Overview
Skills
Job Details
Job Title: Cloud Resiliency Engineer / SRE / DevOps / Application Architect
Location: Remote (US)
Duration: 3+ months contract with possibility of extension
Workstream: Resiliency Operations
Job Summary:
We are seeking an experienced professional to join our Resiliency Operations team, focusing on designing, implementing, and maintaining highly available and resilient cloud infrastructure. The ideal candidate will have a strong background in Site Reliability Engineering (SRE), Resiliency Operations, and cloud-native technologies, with hands-on experience in Terraform, observability, security, and data protection.
Key Responsibilities:
-
Lead and execute resiliency and reliability initiatives across cloud environments.
-
Implement and maintain infrastructure as code using Terraform.
-
Configure and manage IAM, KMS, and secure vaulting mechanisms to enforce access and data security policies.
-
Implement observability controls (monitoring, logging, alerting, tracing) to ensure high system reliability.
-
Work with databases (DB), Kafka, and other messaging systems to implement fault-tolerant and resilient architectures.
-
Collaborate with SRE, DevOps, and application teams to design solutions for disaster recovery, failover, and high availability.
-
Continuously improve operational processes for incident response, capacity planning, and resiliency testing.
-
Maintain detailed documentation of resiliency architecture, policies, and operational procedures.

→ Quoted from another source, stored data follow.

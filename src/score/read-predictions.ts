/**
 * Reading a predictions file for `foldwise score`: one written by `eval --predictions`
 * (recognised by its header), or any CSV with named columns. Every line is checked: a missing
 * column, a class the file does not know, a probability row that does not sum to 1, text where a
 * number belongs, a fold column with a single fold. Each refusal is an InputError of one line
 * naming the file and its line.
 *
 * The result is the file's predictions grouped as foldwise groups a run's tasks: one group per
 * (learner, repeat, fold, role), folds in (repeat, fold) order, learners in order of first
 * appearance, lines in file order within a group.
 */
import Papa from 'papaparse';
import { InputError, UsageError, closeNames } from '../errors.js';
import type { Task } from '../learning.js';
import { MAX_INFERRED_CLASSES } from '../data/problem.js';
import { PROB_PREFIX } from '../run/predictions-out.js';
import type { Table } from '../data/types.js';

export interface ScoreColumns {
  readonly actual?: string;
  readonly predicted?: string;
  readonly fold?: string;
  readonly repeat?: string;
  readonly learner?: string;
  readonly row?: string;
  /** probability columns: those whose names start with this prefix (the rest is the class) */
  readonly probPrefix?: string;
  /** probability columns named one by one; each name is its class */
  readonly probColumns?: readonly string[];
  readonly task?: Task;
  readonly delimiter?: string;
  /** --slice: columns whose text per line the groups keep (sliceTexts) */
  readonly slice?: readonly string[];
}

export interface PredictionGroup {
  readonly learner: number;
  /** 0-based repeat and fold; -1, -1 for the holdout part */
  readonly repeat: number;
  readonly fold: number;
  readonly holdout: boolean;
  /** 1-based line numbers in the predictions file */
  readonly fileLines: number[];
  readonly actual: number[];
  readonly predicted: number[];
  /** rows x classes, or undefined when the learner gives no probabilities here */
  probs?: number[];
  /** 0-based data rows of the original input, when the file has them */
  readonly rows: number[];
  /** the train_rows column's value, when the file has one */
  trainRows?: number;
  /** --slice: per slice column, the text of each line of the group */
  readonly sliceTexts: string[][];
}

export interface ReadPredictions {
  readonly foldwise: boolean;
  readonly task: Task;
  readonly classes?: readonly string[];
  readonly actualName: string;
  readonly learners: readonly string[];
  readonly groups: readonly PredictionGroup[];
  readonly hasRows: boolean;
  readonly hasTrainRows: boolean;
  readonly lines: number;
  readonly columns: number;
}

const NUMBER = /^[+-]?(\d+\.?\d*|\.\d+)([eE][+-]?\d+)?$/;
const isNumber = (t: string): boolean => NUMBER.test(t.trim());

/** Class names in foldwise's order: numerically when all are numbers, else by code point. */
export function classOrder(names: Iterable<string>): string[] {
  const list = [...new Set(names)];
  if (list.every(isNumber)) return list.sort((a, b) => Number(a) - Number(b));
  return list.sort((a, b) => (a < b ? -1 : a > b ? 1 : 0));
}

/** Parses CSV text into a header and records with their 1-based starting lines. */
function parseCsv(text: string, name: string, delimiter: string): { header: string[]; records: { fields: string[]; line: number }[] } {
  const records: { fields: string[]; line: number }[] = [];
  let header: string[] | undefined;
  let line = 1;
  let error: string | undefined;
  Papa.parse<string[]>(text.replace(/^\uFEFF/, ''), {
    delimiter,
    header: false,
    skipEmptyLines: false,
    step: (res) => {
      if (error) return;
      const fields = res.data;
      const start = line;
      if (res.errors.length) error = `${name} line ${start}: ${res.errors[0].message}`;
      const blank = fields.length === 1 && fields[0] === '';
      if (!header) {
        if (!blank) header = fields;
      } else if (!blank) records.push({ fields, line: start });
      // the next record starts after this one's line end and any line breaks inside its fields
      line = start + 1 + fields.reduce((s, f) => s + (f.match(/\n/g)?.length ?? 0), 0);
    },
  });
  if (error) throw new InputError(error);
  if (!header) throw new InputError(`${name}: empty; expected a header line and one line per prediction`);
  return { header, records };
}

/** A predictions file already split into fields (a Parquet or Arrow file read as text fields). */
export interface PredictionFields {
  readonly header: string[];
  readonly records: { fields: string[]; line: number }[];
  /** SHA-256 of the file's bytes */
  readonly sha256: string;
}

/**
 * The fields of a typed table, row by row: numbers as the shortest text that reads back as the
 * same double, levels as they are, missing as empty; a row's line is its 1-based row number.
 */
export function fieldsOfTable(table: Table): PredictionFields {
  const header = table.columns.map((c) => c.name);
  const records: { fields: string[]; line: number }[] = new Array(table.rows);
  for (let r = 0; r < table.rows; r++) {
    records[r] = {
      line: table.lines[r],
      fields: table.columns.map((c) => (c.kind === 'categorical' ? (c.codes[r] < 0 ? '' : c.levels[c.codes[r]]) : c.values[r] !== c.values[r] ? '' : String(c.values[r]))),
    };
  }
  return { header, records, sha256: table.fingerprint.sha256 };
}

export function readPredictions(input: string | PredictionFields, name: string, opts: ScoreColumns = {}): ReadPredictions {
  const { header, records } = typeof input === 'string' ? parseCsv(input, name, opts.delimiter ?? ',') : input;
  const index = new Map<string, number>();
  header.forEach((h, i) => {
    if (index.has(h)) throw new InputError(`${name} line 1: the column ${JSON.stringify(h)} appears twice`);
    index.set(h, i);
  });
  const has = (c: string): boolean => index.has(c);
  const ownHeader = ['line', 'row', 'repeat', 'fold', 'role', 'learner', 'actual'].every(has) && has('train_rows') && (has('predicted_class') || has('predicted_value'));
  const foldwise = ownHeader && !opts.actual && !opts.predicted;
  const column = (c: string | undefined, option: string, required: boolean): number | undefined => {
    if (c === undefined) {
      if (required) throw new UsageError(`${name}: not a predictions file written by foldwise eval; give ${option} COL to say which column holds it`);
      return undefined;
    }
    const i = index.get(c);
    if (i === undefined) {
      const hint = closeNames(c, header);
      throw new InputError(`${name} line 1: no column ${JSON.stringify(c)} (${option})${hint ? `; ${hint}` : ''}`);
    }
    return i;
  };
  const predictedName = foldwise ? (has('predicted_class') ? 'predicted_class' : 'predicted_value') : opts.predicted;
  const actualI = column(foldwise ? 'actual' : opts.actual, '--actual', true)!;
  const predictedI = column(predictedName, '--predicted', true)!;
  const foldI = column(foldwise ? 'fold' : opts.fold, '--fold', true)!;
  const repeatI = column(foldwise ? 'repeat' : opts.repeat, '--repeat', false);
  const learnerI = column(foldwise ? 'learner' : opts.learner, '--learner', false);
  const rowI = column(foldwise ? 'row' : opts.row, '--row', false);
  const roleI = foldwise ? index.get('role') : undefined;
  const trainI = foldwise ? index.get('train_rows') : undefined;
  const sliceI = (opts.slice ?? []).map((c) => column(c, '--slice', true)!);

  // probability columns and their classes
  let probs: { col: number; cls: string }[] = [];
  const prefix = foldwise ? PROB_PREFIX : opts.probPrefix;
  if (opts.probColumns?.length) probs = opts.probColumns.map((c) => ({ col: column(c, '--prob-columns', true)!, cls: c }));
  else if (prefix) probs = header.flatMap((h, i) => (h.startsWith(prefix) && h.length > prefix.length ? [{ col: i, cls: h.slice(prefix.length) }] : []));
  if (!foldwise && prefix && !probs.length) throw new InputError(`${name} line 1: no column starts with ${JSON.stringify(prefix)} (--prob)`);

  // the task
  let task: Task | undefined = opts.task;
  if (foldwise) task = predictedName === 'predicted_class' ? 'classification' : 'regression';
  if (!task) {
    if (probs.length) task = 'classification';
    else {
      const values = records.map((r) => r.fields[actualI] ?? '');
      const numeric = values.every(isNumber);
      const distinct = new Set(values);
      task = numeric && (distinct.size > MAX_INFERRED_CLASSES || values.some((v) => !Number.isInteger(Number(v)))) ? 'regression' : 'classification';
    }
  }
  if (task === 'regression' && probs.length) throw new UsageError(`${name}: probability columns given for a regression task; drop --prob or set --task classification`);

  // classes
  let classes: string[] | undefined;
  if (task === 'classification') {
    classes = probs.length
      ? classOrder(probs.map((p) => p.cls))
      : classOrder(records.flatMap((r) => [r.fields[actualI] ?? '', r.fields[predictedI] ?? '']));
    if (probs.length) probs = classes.map((c) => probs.find((p) => p.cls === c)!);
  }
  const classIndex = new Map((classes ?? []).map((c, i) => [c, i]));

  // grouping
  const learners: string[] = [];
  const learnerIndex = new Map<string, number>();
  const groups = new Map<string, PredictionGroup>();
  const repeatValues = new Map<string, Set<string>>();
  const defaultLearner = predictedName ?? 'predicted';
  const need = (r: { fields: string[]; line: number }, i: number, what: string): string => {
    const v = r.fields[i];
    if (v === undefined) throw new InputError(`${name} line ${r.line}: ${r.fields.length} fields, expected ${header.length} (no ${what})`);
    return v;
  };
  const numberAt = (r: { fields: string[]; line: number }, i: number, what: string): number => {
    const t = need(r, i, what);
    if (!isNumber(t)) throw new InputError(`${name} line ${r.line}: ${what} ${JSON.stringify(t.slice(0, 40))} is not a number`);
    const v = Number(t);
    if (!Number.isFinite(v)) throw new InputError(`${name} line ${r.line}: ${what} ${JSON.stringify(t.slice(0, 40))} is not a finite number`);
    return v;
  };
  const rawGroups: { key: string; repeat: string; fold: string; holdout: boolean; g: PredictionGroup }[] = [];
  for (const r of records) {
    if (r.fields.length !== header.length) throw new InputError(`${name} line ${r.line}: ${r.fields.length} fields, expected ${header.length} as in the header`);
    const role = roleI === undefined ? 'test' : r.fields[roleI];
    if (role !== 'test' && role !== 'holdout') throw new InputError(`${name} line ${r.line}: role ${JSON.stringify(role)}, expected test or holdout`);
    const holdout = role === 'holdout';
    const learner = learnerI === undefined ? defaultLearner : r.fields[learnerI];
    let li = learnerIndex.get(learner);
    if (li === undefined) {
      li = learners.length;
      learners.push(learner);
      learnerIndex.set(learner, li);
    }
    const repeat = holdout ? '' : repeatI === undefined ? '1' : r.fields[repeatI];
    const fold = holdout ? '' : r.fields[foldI];
    if (!holdout && fold === '') throw new InputError(`${name} line ${r.line}: the fold is empty`);
    if (!holdout) {
      let set = repeatValues.get(repeat);
      if (!set) repeatValues.set(repeat, (set = new Set()));
      set.add(fold);
    }
    const key = `${li}\u0000${repeat}\u0000${fold}\u0000${role}`;
    let g = groups.get(key);
    if (!g) {
      g = { learner: li, repeat: -1, fold: -1, holdout, fileLines: [], actual: [], predicted: [], rows: [], sliceTexts: sliceI.map(() => []) };
      groups.set(key, g);
      rawGroups.push({ key, repeat, fold, holdout, g });
    }
    g.fileLines.push(r.line);
    sliceI.forEach((c, k) => g!.sliceTexts[k].push(r.fields[c]));
    if (task === 'classification') {
      const a = classIndex.get(need(r, actualI, 'actual'));
      const p = classIndex.get(need(r, predictedI, 'predicted'));
      if (a === undefined) throw new InputError(`${name} line ${r.line}: actual class ${JSON.stringify(r.fields[actualI])} is not among the classes ${classes!.join(', ')}`);
      if (p === undefined) throw new InputError(`${name} line ${r.line}: predicted class ${JSON.stringify(r.fields[predictedI])} is not among the classes ${classes!.join(', ')}`);
      g.actual.push(a);
      g.predicted.push(p);
      if (probs.length) {
        const texts = probs.map((c) => r.fields[c.col]);
        const empty = texts.every((t) => t === '');
        const first = g.fileLines.length === 1;
        if (first && !empty) g.probs = [];
        if (empty !== (g.probs === undefined)) {
          throw new InputError(`${name} line ${r.line}: probabilities ${empty ? 'missing' : 'given'} here but ${empty ? 'given' : 'missing'} on line ${g.fileLines[0]} of the same learner and fold`);
        }
        if (!empty) {
          const values = probs.map((c) => numberAt(r, c.col, `probability ${JSON.stringify(header[c.col])}`));
          if (values.some((v) => v < 0 || v > 1)) throw new InputError(`${name} line ${r.line}: a probability outside [0, 1]`);
          const sum = values.reduce((s, v) => s + v, 0);
          if (Math.abs(sum - 1) > 1e-4) throw new InputError(`${name} line ${r.line}: the probabilities sum to ${sum}, not 1 (within 0.0001)`);
          for (const v of values) g.probs!.push(Math.abs(sum - 1) > 1e-12 ? v / sum : v);
        }
      }
    } else {
      g.actual.push(numberAt(r, actualI, 'actual'));
      g.predicted.push(numberAt(r, predictedI, 'predicted'));
    }
    if (rowI !== undefined) {
      const row = numberAt(r, rowI, 'row');
      if (!Number.isInteger(row) || row < 0) throw new InputError(`${name} line ${r.line}: row ${JSON.stringify(r.fields[rowI])} is not a whole number from 0`);
      g.rows.push(row);
    }
    if (trainI !== undefined) {
      const t = numberAt(r, trainI, 'train_rows');
      if (g.trainRows === undefined) g.trainRows = t;
      else if (g.trainRows !== t) throw new InputError(`${name} line ${r.line}: train_rows ${t} differs from ${g.trainRows} on line ${g.fileLines[0]} of the same learner and fold`);
    }
  }
  if (records.length === 0) throw new InputError(`${name}: no predictions after the header`);

  // 0-based repeats and folds: distinct values in order (numerically when they are numbers)
  const repeats = classOrder(repeatValues.keys());
  const foldsOf = new Map(repeats.map((r) => [r, classOrder(repeatValues.get(r)!)]));
  const totalFolds = [...foldsOf.values()].reduce((s, f) => s + f.length, 0);
  // a foldwise file of a holdout plan has one fold, as its eval report does; elsewhere one fold is a mistake
  if (totalFolds === 1 && !foldwise) {
    throw new InputError(`${name}: every prediction is in one fold (${JSON.stringify([...foldsOf.values()][0][0])}); fold scores need at least two folds`);
  }
  if (totalFolds === 0) throw new InputError(`${name}: no test predictions (only holdout lines)`);
  const placed = rawGroups.map(({ repeat, fold, holdout, g }) =>
    holdout ? g : { ...g, repeat: repeats.indexOf(repeat), fold: foldsOf.get(repeat)!.indexOf(fold) },
  );
  placed.sort((a, b) => Number(a.holdout) - Number(b.holdout) || a.repeat - b.repeat || a.fold - b.fold || a.learner - b.learner);
  return {
    foldwise,
    task,
    ...(classes ? { classes } : {}),
    actualName: header[actualI],
    learners,
    groups: placed,
    hasRows: rowI !== undefined,
    hasTrainRows: trainI !== undefined,
    lines: records.length,
    columns: header.length,
  };
}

Required Skills & Experience:
-
Proven experience in SRE, DevOps, or Cloud Resiliency Operations.
-
Hands-on experience with Terraform for cloud infrastructure provisioning.
-
Strong knowledge of IAM, KMS, Vaulting, and cloud security best practices.
-
Experience with observability tools (CloudWatch, Prometheus, Grafana, ELK stack, etc.).
-
Familiarity with databases (SQL/NoSQL), Kafka, and other distributed systems.
-
Expertise in designing highly available and fault-tolerant systems in the cloud.
-
Excellent troubleshooting, problem-solving, and collaboration skills.
Preferred Qualifications:
-
Cloud certifications such as AWS Certified Solutions Architect, AWS Certified DevOps Engineer, or Google Cloud Professional SRE.
-
Experience in multi-region cloud deployments and resiliency testing.
-
Knowledge of CI/CD pipelines and automation frameworks.
What We Offer:
-
Opportunity to work on cutting-edge resiliency and reliability initiatives in cloud environments.
-
Exposure to diverse technologies including cloud security, observability, and distributed systems.
-
Collaborative and innovative work culture with flexible work arrangements.